## [What this task involves]
Each line of the data that includes "ACKED" must be copied.
Records to process section start
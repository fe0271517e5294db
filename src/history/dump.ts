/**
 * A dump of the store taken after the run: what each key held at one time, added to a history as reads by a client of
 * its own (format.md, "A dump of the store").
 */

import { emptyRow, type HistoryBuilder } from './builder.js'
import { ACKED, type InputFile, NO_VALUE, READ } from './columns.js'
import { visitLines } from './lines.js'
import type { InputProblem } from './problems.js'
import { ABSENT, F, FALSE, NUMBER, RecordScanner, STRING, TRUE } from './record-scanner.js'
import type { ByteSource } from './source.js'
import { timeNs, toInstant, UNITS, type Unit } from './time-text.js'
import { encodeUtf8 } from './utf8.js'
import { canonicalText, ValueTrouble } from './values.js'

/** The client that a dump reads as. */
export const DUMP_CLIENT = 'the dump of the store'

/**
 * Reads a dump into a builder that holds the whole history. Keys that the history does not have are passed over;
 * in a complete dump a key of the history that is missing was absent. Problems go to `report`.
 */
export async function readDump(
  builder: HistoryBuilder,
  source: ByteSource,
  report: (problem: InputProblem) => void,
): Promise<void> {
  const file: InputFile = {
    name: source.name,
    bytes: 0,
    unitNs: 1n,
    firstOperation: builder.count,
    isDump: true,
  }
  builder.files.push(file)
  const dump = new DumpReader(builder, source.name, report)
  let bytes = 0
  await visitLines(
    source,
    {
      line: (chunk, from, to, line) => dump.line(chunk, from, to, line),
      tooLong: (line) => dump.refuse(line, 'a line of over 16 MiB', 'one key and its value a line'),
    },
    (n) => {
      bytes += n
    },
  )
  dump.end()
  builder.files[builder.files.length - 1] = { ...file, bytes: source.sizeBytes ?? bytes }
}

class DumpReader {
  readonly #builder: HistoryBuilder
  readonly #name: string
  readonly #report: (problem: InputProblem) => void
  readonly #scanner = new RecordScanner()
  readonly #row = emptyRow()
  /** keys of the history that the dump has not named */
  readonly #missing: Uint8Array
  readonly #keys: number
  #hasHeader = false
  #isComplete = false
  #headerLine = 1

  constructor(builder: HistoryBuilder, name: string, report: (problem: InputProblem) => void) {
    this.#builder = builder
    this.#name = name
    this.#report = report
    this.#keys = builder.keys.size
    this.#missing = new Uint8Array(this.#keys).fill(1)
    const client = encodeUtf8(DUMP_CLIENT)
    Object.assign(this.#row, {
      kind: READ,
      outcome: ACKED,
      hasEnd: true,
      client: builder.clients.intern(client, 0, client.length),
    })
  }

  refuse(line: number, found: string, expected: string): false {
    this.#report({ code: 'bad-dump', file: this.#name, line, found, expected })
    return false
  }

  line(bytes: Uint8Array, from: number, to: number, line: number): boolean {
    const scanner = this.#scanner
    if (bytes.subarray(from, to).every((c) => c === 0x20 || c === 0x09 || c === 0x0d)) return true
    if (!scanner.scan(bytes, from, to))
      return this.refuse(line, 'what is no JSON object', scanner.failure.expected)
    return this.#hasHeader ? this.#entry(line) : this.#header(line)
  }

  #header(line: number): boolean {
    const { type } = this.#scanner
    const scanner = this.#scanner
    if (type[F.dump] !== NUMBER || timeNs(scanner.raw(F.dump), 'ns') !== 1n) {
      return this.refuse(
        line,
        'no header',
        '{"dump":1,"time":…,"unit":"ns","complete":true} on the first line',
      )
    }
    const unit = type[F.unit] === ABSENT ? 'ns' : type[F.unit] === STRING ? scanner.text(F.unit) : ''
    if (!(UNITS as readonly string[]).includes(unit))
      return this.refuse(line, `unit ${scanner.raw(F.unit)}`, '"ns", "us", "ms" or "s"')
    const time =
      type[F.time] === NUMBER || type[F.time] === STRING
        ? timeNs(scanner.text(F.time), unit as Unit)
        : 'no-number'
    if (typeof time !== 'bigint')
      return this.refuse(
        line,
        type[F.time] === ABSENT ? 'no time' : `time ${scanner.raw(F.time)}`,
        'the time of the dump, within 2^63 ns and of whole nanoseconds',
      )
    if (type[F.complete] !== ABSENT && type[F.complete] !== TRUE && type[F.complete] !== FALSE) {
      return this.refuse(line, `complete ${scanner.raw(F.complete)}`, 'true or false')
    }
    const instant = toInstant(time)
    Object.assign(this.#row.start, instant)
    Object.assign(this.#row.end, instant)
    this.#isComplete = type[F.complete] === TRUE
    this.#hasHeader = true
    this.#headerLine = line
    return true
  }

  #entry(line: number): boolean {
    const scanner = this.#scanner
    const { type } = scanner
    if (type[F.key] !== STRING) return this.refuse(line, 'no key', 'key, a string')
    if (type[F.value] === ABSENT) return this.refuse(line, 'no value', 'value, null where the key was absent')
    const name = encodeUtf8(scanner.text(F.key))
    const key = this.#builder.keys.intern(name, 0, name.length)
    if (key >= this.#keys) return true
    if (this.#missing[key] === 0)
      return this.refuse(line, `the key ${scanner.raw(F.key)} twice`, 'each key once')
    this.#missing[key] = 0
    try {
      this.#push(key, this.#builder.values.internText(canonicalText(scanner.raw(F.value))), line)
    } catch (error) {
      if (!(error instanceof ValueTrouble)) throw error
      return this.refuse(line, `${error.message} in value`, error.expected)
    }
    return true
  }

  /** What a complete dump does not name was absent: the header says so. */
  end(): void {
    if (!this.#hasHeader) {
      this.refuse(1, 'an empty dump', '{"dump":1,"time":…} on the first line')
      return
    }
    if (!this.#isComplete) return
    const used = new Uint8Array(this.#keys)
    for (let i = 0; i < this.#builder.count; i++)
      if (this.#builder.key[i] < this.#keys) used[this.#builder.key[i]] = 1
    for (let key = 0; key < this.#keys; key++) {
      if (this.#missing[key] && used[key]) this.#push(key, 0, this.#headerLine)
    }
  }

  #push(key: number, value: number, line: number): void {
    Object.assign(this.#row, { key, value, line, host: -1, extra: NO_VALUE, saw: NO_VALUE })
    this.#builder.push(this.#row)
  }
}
Records to process section end
## [Output for this exercise]
import { ACKED, type InputFile, NO_VALUE, READ } from './columns.js'
      outcome: ACKED,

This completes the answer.